#### WHAT YOU NEED TO DO:
Only one stretch of the data below is needed. Output the lines from the one with "is above high" up to and including the one with "source_id = (source_id", exactly as they stand.

[Data excerpts]
# ---- writing ----------------------------------------------------------------------
def set_override(
    *,
    species_id: str,
    parameter: str,
    value: Value,
    low: float | str | None = None,
    high: float | str | None = None,
    note: str = "",
    basis: str = "memory",
    source_id: str | None = None,
) -> None:
    """Write (or replace) the clinic override for one (species, parameter).

    ``value`` may be typed (float, bool, str) or the text a person typed
    (``"12.5"``, ``"yes"``); ``low``/``high`` likewise. The unit is the
    parameter's own. ``basis`` defaults to ``memory``: a value typed in at the
    clinic is unverified until someone cites a publication for it. Raises
    :class:`InputError` (naming the field and the fix) or
    :class:`SpeciesDataError` (when the table as a whole would no longer load);
    either way nothing is written.
    """
    definitions = _definitions()
    if parameter not in definitions:
        raise _unknown("parameter_definitions.csv", parameter, list(definitions))
    species_ids = _species_ids()
    if species_id not in species_ids:
        raise _unknown("species.csv", species_id, species_ids)
    definition = definitions[parameter]
    unit, kind = definition.unit, definition.type
    text = _value_text(value, parameter=parameter, unit=unit, kind=kind)
    low_number = _optional_number(low, name="low", unit=unit)
    high_number = _optional_number(high, name="high", unit=unit)
    if kind == "number":
        for name, number in (("value", float(text)), ("low", low_number), ("high", high_number)):
            _check_plausible(number, name=name, definition=definition)
    if low_number is not None and high_number is not None and low_number > high_number:
        raise InputError(
            f"low {stored_text(low_number)} is above high {stored_text(high_number)} {unit}",
            field="low",
            value=low,
            fix="swap them: low ≤ value ≤ high",
        )
    if kind == "number":
        _check_range(float(text), parameter=parameter, unit=unit, low=low_number, high=high_number)
    if basis not in BASES:
        raise InputError(
            f"basis {basis!r} unknown", field="basis", value=basis, fix=f"use {', '.join(BASES)}"
        )
    source_id = (source_id or "").strip() or None
    if basis == "published" and source_id is None:
        raise InputError(
            "a published value needs a source_id",
            field="source_id",
            value=None,
            fix="cite the publication (sources.csv) or keep the basis memory",
        )
    note = note.strip()
    if basis == "derived" and not note:
        raise InputError(
            "a derived value needs a note saying how it was derived",
            field="note",
            value=note,
            fix="write the calculation in the note",
        )
    header, rows = _raw()
    new = {
        "species_id": species_id,
        "parameter": parameter,
        "value": text,
        "low": stored_text(low_number),
        "high": stored_text(high_number),
        "unit": unit,
        "source_id": source_id or "",
        "basis": basis,
        "note": note,
    }
    for position, row in enumerate(rows):
        if row["species_id"] == species_id and row["parameter"] == parameter:
            rows[position] = {**row, **new}
            break
    else:
        rows.append(new)
    _commit(header, rows)


def write_override(row: SpeciesValue) -> None:
    """Put ``row`` back into the override file as it was read (undo, redo): its stored
    columns verbatim, in place of the row for its (species, parameter), or added.

    A row the loader ignores (typed by hand in another unit, say) goes back as it was and
    is ignored again, reported among the table's notices as before the edit being undone;
    any other row the table would no longer load with is refused, and nothing is written.
    """
    header, rows = _raw()
    cells = _stored_cells(row)
    for position, stored in enumerate(rows):
        if (stored["species_id"], stored["parameter"]) == (row.species_id, row.parameter):
            rows[position] = {**stored, **cells}
            break
    else:
        rows.append(cells)
    _commit(header, rows, restoring=(row.species_id, row.parameter))
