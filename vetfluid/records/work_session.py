"""Keeping the work on screen: drafts, saved versions, observations not yet written, what
is offered back at start, what leaving, re-planning and closing ask.

A :class:`WorkSession` holds the records file, the draft and where the plan on screen
stands; it reads the screen (the window's plan session, or anything with the same
attributes: :class:`Screen`) and never shows anything. Each event (a method: ``opened``,
``changed``, ``autosave``, ``leave``, ``replan``, ``close``, ``answer``…) is looked up in
:data:`TABLE`, a list of rows (state, event, condition, next state, what is written): the
first row whose state and event match and whose condition holds is taken. The window
carries out the :class:`Reply`: it asks the question, if any, and feeds the answer back
with :meth:`WorkSession.answer`; shows the messages and the status line; starts or stops
its two-second autosave timer; saves a version when a question asked for one (it asks for
the patient); opens what the reply says to open.

Every command (leave, re-plan, look at the draft, close) first writes what is waiting
for the autosave, so its decision is taken on what the records hold. Nothing recorded is
lost: observations on an unchanged saved version go into it; unsaved work goes into the
draft, with the last plan that could be built while an input is retyped; a draft
another plan left is replaced only by unsaved work, and observations it keeps for a saved
version are written into that version first; observations a saved version refuses (a
locked file) are kept in the draft for it, retried, and offered back into it at the next
start. Leaving unsaved work asks Save as a version / Keep as draft / Cancel; a re-plan
keeps the plan it replaces in the records (saved first); closing asks only when nothing
could be written. With no usable records file, leaving or closing asks before dropping work
no plan file or CSV export keeps, and a re-plan is refused.

Several workstations on the same records (issue 21): observations go into a saved version
by what this screen added or removed since it last read the version
(:meth:`Records.merge_observations` with ``based_on``), so what another workstation
recorded stands; the same observation recorded here and there meanwhile is kept once (one
reading entered twice) and this workstation is told, in words, to record it again if it
was a second measurement; back in focus (REFRESH) what others recorded on the version on
screen is added to it; a save that finds versions of the patient saved meanwhile elsewhere
says by whom and where, and offers to compare them.

A server that cannot be reached at the start leaves the records open on this
workstation's drafts (:attr:`Records.unreachable`): the work is autosaved there, the start
says so once (where the draft is, that versions wait for the server, what to check), and
once the server answers the records are as usual (:meth:`WorkSession.reconnect`). A draft
remembers the database (its ``database_id``) and the patient (name, species, when added)
its patient id belongs to: after a restore, or in other records, it never binds to
whoever has that id now, and the user is told. A changed records setting applies at once
(:meth:`WorkSession.switch_records`): what waits is written first, unsaved work moves into
the new records' draft (never over a draft of another plan they keep, which is offered
first), and records that cannot be opened leave the old ones in use, saying why.
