def add_kcl_to_bag(
    fluid: Fluid,
    *,
    bag_volume_ml: float,
    target_k_mmol_per_l: float,
    concentrate: Fluid | None = None,
) -> PotassiumAddition:
    """mL of KCl concentrate that bring a bag to ``target_k_mmol_per_l``.

    Method: exact mass balance, counting the K already in the bag and the volume
    the concentrate adds: (k_bag·V + c·x) ÷ (V + x) = target, so
    x = V·(target − k_bag) ÷ (c − target). ``concentrate`` defaults to the
    library's 2 mEq/mL KCl, whose K (c) is computed from its 149 g/L formula.
    """
    bag_ml = _check_number(bag_volume_ml, "bag_volume_ml", positive=True)
    target = _check_number(target_k_mmol_per_l, "target_k_mmol_per_l", positive=False)
    if concentrate is None:
        concentrate = _find(KCL_CONCENTRATE_ID, None)
    _check_fluid(fluid, "fluid")
    _check_fluid(concentrate, "concentrate")
    in_bag = composition(fluid).k_mmol_per_l
    in_concentrate = composition(concentrate).k_mmol_per_l
    if target < in_bag:
        raise InputError(
            f"the bag already holds {format_quantity(in_bag, 'mmol/L')} K, above the target",
            field="target_k_mmol_per_l",
            value=target_k_mmol_per_l,
            fix="adding KCl cannot lower K: choose a target at or above the bag's K, "
            "or a fluid with less K",
        )
    if target >= in_concentrate:
        raise InputError(
            f"the concentrate holds {format_quantity(in_concentrate, 'mmol/L')} K",
            field="target_k_mmol_per_l",
            value=target_k_mmol_per_l,
            fix="choose a target below the concentrate's K",
        )
    concentrate_ml = bag_ml * (target - in_bag) / (in_concentrate - target)
    mixture = with_additive(
        fluid, bag_volume_ml=bag_ml, additive=concentrate, additive_ml=concentrate_ml
    )
    return PotassiumAddition(
        concentrate_ml=concentrate_ml,
        potassium_mmol=in_concentrate * concentrate_ml / 1000,
        mixture=mixture,
    )
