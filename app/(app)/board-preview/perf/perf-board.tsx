"use client";
import { useMemo } from "react";
import { generateBuildingWithPipes } from "@/components/drawing-board/dev/generate";
import { BoardPreview } from "../preview-client";

export function PerfBoard() {
  const doc = useMemo(() => generateBuildingWithPipes(200), []);
  return <BoardPreview doc={doc} readOnly={false} />;
}
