import type { Metadata } from "next";
import { notFound, redirect } from "next/navigation";
import { DrawingBoard } from "@/components/drawing-board/board";
import { CanvasOverlay } from "@/components/drawing-board/overlay/canvas-overlay";
import { BoardSession } from "@/components/drawing-board/persistence/board-session";
import { BoardToolbar } from "@/components/drawing-board/persistence/board-toolbar";
import { SizingReport } from "@/components/drawing-board/report/sizing-report";
import { requireSchematicAccess } from "@/lib/auth/authorize";
import { pageAccess } from "@/lib/auth/page-guard";
import { NotAllowed } from "@/components/ui/not-allowed";
import { mayDo, schematicView } from "@/lib/persistence/schematic-view";
import { unitPrefsFrom } from "@/lib/units/display";

export const metadata: Metadata = { title: "Drawing board" };
export const dynamic = "force-dynamic";

type Params = { params: Promise<{ projectId: string; schematicId: string }> };

export default async function BoardPage({ params }: Params) {
  const { projectId, schematicId } = await params;
  const checked = await pageAccess(() => requireSchematicAccess(schematicId, "read"));
  if (!checked.ok) return <NotAllowed message={checked.message} />;
  const access = checked.value;
  if (access.schematic.projectId !== projectId) redirect(`/projects/${access.schematic.projectId}/schematics/${schematicId}`);
  const [view, canSize] = await Promise.all([schematicView(access), mayDo(schematicId, "size")]);
  if (!view) notFound();

  return (
    <BoardSession view={view} role={access.role} canSize={canSize} units={unitPrefsFrom(access.user.preferences)}>
      <DrawingBoard toolbarSlot={<BoardToolbar />} reportSlot={<SizingReport />} canvasSlot={<CanvasOverlay />} />
    </BoardSession>
  );
}
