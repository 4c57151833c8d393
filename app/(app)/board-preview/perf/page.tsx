import type { Metadata } from "next";
import { PerfBoard } from "./perf-board";

export const metadata: Metadata = { title: "Board speed check" };

// 1,000 parts / 1,200 pipes, generated in the browser (no 1 MB server payload).
export default async function PerfPage({ searchParams }: { searchParams: Promise<Record<string, string | undefined>> }) {
  return <PerfBoard gen={(await searchParams).gen} />;
}
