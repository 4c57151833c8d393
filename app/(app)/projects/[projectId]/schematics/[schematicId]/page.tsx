import type { Metadata } from "next";
import { notFound, redirect } from "next/navigation";
import { DrawingBoard } from "@/components/drawing-board/board";
import { CanvasOverlay } from "@/components/drawing-board/overlay/canvas-overlay";
import { FindingsDock } from "@/components/drawing-board/overlay/findings-dock";
import { ResultsBar } from "@/components/drawing-board/overlay/results-bar";
import { BoardSession } from "@/components/drawing-board/persistence/board-session";
import { BoardToolbar } from "@/components/drawing-board/persistence/board-toolbar";
import { ViewingBanner } from "@/components/drawing-board/persistence/viewing-banner";
import { SizingReport } from "@/components/drawing-board/report/sizing-report";
import { requireSchematicAccess } from "@/lib/auth/authorize";
import { pageAccess } from "@/lib/auth/page-guard";
import { NotAllowed } from "@/components/ui/not-allowed";
import { getProjectHead } from "@/db/queries/project-admin";
import { mayDo, schematicView } from "@/lib/persistence/schematic-view";
import { unitPrefsFrom } from "@/lib/units/display";

export const metadata: Metadata = { title: "Drawing board" };
export const dynamic = "force-dynamic";

type Params = { params: Promise<{ projectId: string; schematicId: string }>; searchParams: Promise<{ rev?: string }> };

/** The board; `?rev=<id>` opens a saved revision, `?rev=draft` the working draft, neither the role's default. */
export default async function BoardPage({ params, searchParams }: Params) {
  const { projectId, schematicId } = await params;
  const { rev } = await searchParams;
  const checked = await pageAccess(() => requireSchematicAccess(schematicId, "read"));
  if (!checked.ok) return <NotAllowed message={checked.message} />;
  const access = checked.value;
  if (access.schematic.projectId !== projectId) redirect(`/projects/${access.schematic.projectId}/schematics/${schematicId}`);
  const [view, canSize, project] = await Promise.all([schematicView(access, rev ?? "default"), mayDo(schematicId, "size"), getProjectHead(projectId)]);
  if (!view || !project) notFound();
  const opened = view.viewing.kind === "revision" ? view.viewing.revision.id : "draft";

  return (
    <BoardSession key={opened} view={view} projectName={project.name} role={access.role} canSize={canSize && view.viewing.kind === "draft"}
      units={unitPrefsFrom(access.user.preferences)}>
      <DrawingBoard toolbarSlot={<BoardToolbar />} reportSlot={<SizingReport />} canvasSlot={<CanvasOverlay />}
        barSlot={<><ViewingBanner /><ResultsBar /></>} dockSlot={<FindingsDock />} />
    </BoardSession>
  );
}
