"use client";
import { useMemo } from "react";
import { generateBuildingWithPipes as unitGrid } from "@/components/drawing-board/dev/generate";
import { generateBuildingWithPipes as building } from "@/lib/schematic/generate-building";
import { BoardPreview } from "../preview-client";

// Default: exactly 1,000 parts / 1,200 pipes (our unit grid). ?gen=building: the shared
// multi-storey generator with 1,200 pipes (about 780 parts), laid out as risers and floors.
export function PerfBoard({ gen }: { gen?: string }) {
  const doc = useMemo(() => (gen === "building" ? building(1200) : unitGrid(200)), [gen]);
  return <BoardPreview doc={doc} readOnly={false} />;
}
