import type { Metadata } from "next";
import { notFound, redirect } from "next/navigation";
import { DrawingBoard } from "@/components/drawing-board/board";
import { CanvasOverlay } from "@/components/drawing-board/overlay/canvas-overlay";
import { FindingsDock } from "@/components/drawing-board/overlay/findings-dock";
import { ResultsBar } from "@/components/drawing-board/overlay/results-bar";
import { BoardSession } from "@/components/drawing-board/persistence/board-session";
import { BoardToolbar } from "@/components/drawing-board/persistence/board-toolbar";
import { ViewingBanner } from "@/components/drawing-board/persistence/viewing-banner";
import { SizingReport } from "@/components/drawing-board/report/sizing-report";
import { LiveBoard } from "@/components/review/live-board";
import { LiveSessionSync } from "@/components/review/live-session-sync";
import { PhoneReview } from "@/components/review/phone-review";
import { PresenceDots } from "@/components/review/presence-dots";
import { ReviewProvider } from "@/components/review/review-context";
import { ReviewDock } from "@/components/review/review-dock";
import { ThreadMarkers } from "@/components/review/thread-markers";
import { requireSchematicAccess } from "@/lib/auth/authorize";
import { pageAccess } from "@/lib/auth/page-guard";
import { NotAllowed } from "@/components/ui/not-allowed";
import { getProjectHead } from "@/db/queries/project-admin";
import { mayDo, schematicView } from "@/lib/persistence/schematic-view";
import { unitPrefsFrom } from "@/lib/units/display";

export const metadata: Metadata = { title: "Drawing board" };
export const dynamic = "force-dynamic";

type Params = { params: Promise<{ projectId: string; schematicId: string }>; searchParams: Promise<{ rev?: string; thread?: string }> };

/**
 * The board; `?rev=<id>` opens a saved revision, `?rev=draft` the working draft, neither the
 * role's default; `&thread=<id>` opens that review thread (e-mail links land here).
 */
export default async function BoardPage({ params, searchParams }: Params) {
  const { projectId, schematicId } = await params;
  const { rev, thread } = await searchParams;
  const checked = await pageAccess(() => requireSchematicAccess(schematicId, "read"));
  if (!checked.ok) return <NotAllowed message={checked.message} />;
  const access = checked.value;
  if (access.schematic.projectId !== projectId) redirect(`/projects/${access.schematic.projectId}/schematics/${schematicId}`);
  const [view, canSize, project] = await Promise.all([schematicView(access, rev ?? "default"), mayDo(schematicId, "size"), getProjectHead(projectId)]);
  if (!view || !project) notFound();
  const opened = view.viewing.kind === "revision" ? view.viewing.revision.id : "draft";
  const viewing = view.viewing.kind === "revision"
    ? { id: view.viewing.revision.id, number: view.viewing.revision.number, status: view.viewing.revision.status } : null;

  return (
    <LiveBoard key={opened} schematicId={schematicId}>
      <ReviewProvider schematicId={schematicId} userId={access.user.id} role={access.role} viewing={viewing} initialThread={thread ?? null}
        schematic={{ kind: access.schematic.kind, ownerId: access.schematic.ownerId }}>
        <BoardSession view={view} projectName={project.name} role={access.role} canSize={canSize && view.viewing.kind === "draft"}
          units={unitPrefsFrom(access.user.preferences)}>
          <DrawingBoard toolbarSlot={<><PresenceDots /><LiveSessionSync /><BoardToolbar /></>} reportSlot={<SizingReport />}
            canvasSlot={<><CanvasOverlay /><ThreadMarkers /><PhoneReview /></>}
            barSlot={<><ViewingBanner /><ResultsBar /></>} dockSlot={<><FindingsDock /><ReviewDock /></>} />
        </BoardSession>
      </ReviewProvider>
    </LiveBoard>
  );
}
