def missing_share(result):
    """Share of applicable rows missing, per variable, stacked by missing reason, with the threshold.

    Parameters
    ----------
    result : AuditResult.

    Returns
    -------
    matplotlib Figure.
    """
    table = result.variables.sort_values(["pct_missing", "variable"], ascending=[True, False], kind="stable")
    n_variables = len(table)
    table = table.tail(MAX_VARIABLES_SHOWN)  # sorted ascending: the most missing are last
    reason_columns = list(result.reasons["column"])
    reason_labels = list(result.reasons["reason"])
    colours = reason_shades(len(reason_columns))
    figure, axes = new_figure(7.5, max(2.5, 0.32 * len(table) + 1.4))
    positions = np.arange(len(table))
    left = np.zeros(len(table))
    n = table["n"].to_numpy(dtype=float)
    with np.errstate(divide="ignore", invalid="ignore"):
        for k, (column, label, colour) in enumerate(zip(reason_columns, reason_labels, colours)):
            share = np.where(n > 0, table[column].to_numpy(dtype=float) / n * 100, 0.0)
            hatch = "///" if k >= len(REASON_SHADES) else None  # shades repeat: a hatch tells them apart
            axes.barh(positions, share, left=left, color=colour, label=label, height=0.7, hatch=hatch,
                      edgecolor=BACKGROUND if hatch else None, linewidth=0)
            left += share
    limit = max(float(np.nanmax(left)) if len(left) else 0.0, result.threshold * 100) * 1.15 + 1
    for y, value, rows in zip(positions, table["pct_missing"], table["n"]):
        text = "all not applicable" if rows == 0 else f"{value:.1f} %"
        axes.text(min(value if value == value else 0, limit) + limit * 0.01, y, text, va="center", fontsize=7,
                  color=REFERENCE)
    axes.axvline(result.threshold * 100, color=EMPHASIS, linestyle="--", linewidth=1)
    axes.text(result.threshold * 100, len(table) - 0.3, f" threshold {result.threshold * 100:g} %",
              color=EMPHASIS, fontsize=8, va="bottom")
    labels = [f"{v} (n={r:,})" if r < result.n_rows else str(v) for v, r in zip(table["variable"], table["n"])]
    axes.set_yticks(positions)
    axes.set_yticklabels(labels, fontsize=8)
    axes.set_xlim(0, limit)
    axes.set_ylim(-0.6, len(table) + 0.2)
    axes.set_xlabel("% of rows to which the variable applies")
    axes.set_title(f"How much does each variable lack, and why?{shown_of(len(table), n_variables)}", fontsize=10)
    if reason_columns:
        axes.legend(title="missing reason", loc="lower right", frameon=False, fontsize=7, title_fontsize=8)
    return figure
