def _check_followup(params: Params, label: str) -> None:
    """Keys of different sections that must agree in a follow-up study (design, analysis.repeated, estimand)."""
    design, repeated = params.design, params.analysis.repeated
    if design is None:
        if repeated is not None:
            raise InputError(f"{label}: analysis.repeated needs a design section naming the subject column, the "
                             "visit column and the planned visits (see params/template.yaml)")
        return
    subject = params.subject_column
    if subject is None:
        raise InputError(f"{label}: design.subject is required: name the column that identifies the participant "
                         "(e.g. USUBJID)")
    if design.layout == "wide" and params.data.id is None:
        raise InputError(f"{label}: data.id is required in the wide layout: name the participant column "
                         f"(design.subject '{subject}')")
    if params.data.id is not None and params.data.id != subject:
        raise InputError(f"{label}: data.id '{params.data.id}' and design.subject '{subject}' differ; in a follow-up "
                         "study the participant column is the id: give one of them, or the same column in both")
    if design.layout == "long" and design.visit == subject:
        raise InputError(f"{label}: design.visit '{design.visit}' is also the subject column")
    if design.layout == "wide":
        _check_wide_columns(params, subject, label)
    if repeated is not None:
        for key, given, expected in (("subject", repeated.subject, subject), ("visit", repeated.visit, design.visit)):
            if given is not None and given != expected:
                raise InputError(f"{label}: analysis.repeated.{key} '{given}' differs from design.{key} "
                                 f"'{expected}'; the model's {key} column is the design's (leave it out or make "
                                 "them the same)")
        if isinstance(repeated.delta, list):
            analysed = len(design.visits) - (design.baseline is not None)
            if len(repeated.delta) != analysed:
                raise InputError(f"{label}: analysis.repeated.delta has {len(repeated.delta)} values; give one number "
                                 f"or one per analysed visit ({analysed}, baseline excluded)")
    if params.analysis.family != "gaussian":
        raise InputError(f"{label}: analysis.family is '{params.analysis.family}'; the follow-up analyses (mixed "
                         "model for repeated measures) take a continuous outcome: use family gaussian")
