def check_model_up_front(params: Params, study: Any) -> Tuple[str, List[str]]:
    """Stop before any stage when the model cannot be fitted for a reason the user can fix.

    A bad formula, a model variable with no observed value, a wrong outcome for the family
    or an impossible offset would otherwise surface in the middle of a run. A complete-case
    fit is cheap next to the stages; analysis failures are left for the stages to explain.
    Returns the outcome and the right-hand-side columns.

    Parameters
    ----------
    params : Params
        The params; errors name ``analysis.<key>`` and the params file.
    study : Study
        The study after intake.

    Returns
    -------
    (outcome, columns) : tuple of str and list of str
        The outcome and the right-hand-side columns as the formula writes them.
    """
    from .cases import check_model_data
    from .errors import AnalysisError
    from .models import check_formula, exposure_terms
    from .stage import analysis_model, params_errors
    from .survival import check_follow_up

    with params_errors(params, "analysis"):
        found = check_formula(params.analysis.formula, list(study.data.columns))
        model = analysis_model(params)
        outcome, covariates = check_model_data(study.data, model)
        if model.is_time_to_event():  # times 0 or more, event values in the coding; names the row and id
            check_follow_up(study.data, time=outcome, event=model.event, ids=study.ids, file_rows=study.file_rows)
    for column in covariates:
        if study.data[column].notna().sum() == 0:
            raise InputError(f"{params.label}: analysis.formula uses '{column}', which has no observed values; "
                             "drop it from the formula or check its missing markers")
    try:
        with params_errors(params, "analysis"):
            fitted = model.fit(study.data)
    except AnalysisError:
        return found
    with params_errors(params, "analysis"):
        # Every model stage follows the exposure's terms: an exposure the formula lacks stops them all.
        matched = exposure_terms(list(fitted.terms) + list(fitted.dropped_terms()), model.exposure)
    why = dict(fitted.dropped)
    if matched and all(term in why for term in matched):
        # The formula has the exposure, but the rows the model can use cannot estimate it (one arm left,
        # e.g. after applies_if or a tiny file): say so, not that the exposure matches no term.
        raise InputError(f"{params.label}: analysis.exposure: '{model.exposure}' cannot be estimated: its term "
                         f"{matched[0]} is {why[matched[0]].replace('{n}', f'{fitted.nobs:,}')} (rows with every "
                         "model variable observed); check its values and missing markers")
    return found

#### FINAL ANSWER:
            f"low {stored_text(low_number)} is above high {stored_text(high_number)} {unit}",
            field="low",
            value=low,
            fix="swap them: low ≤ value ≤ high",
        )
    if kind == "number":
        _check_range(float(text), parameter=parameter, unit=unit, low=low_number, high=high_number)
    if basis not in BASES:
        raise InputError(
            f"basis {basis!r} unknown", field="basis", value=basis, fix=f"use {', '.join(BASES)}"
        )
    source_id = (source_id or "").strip() or None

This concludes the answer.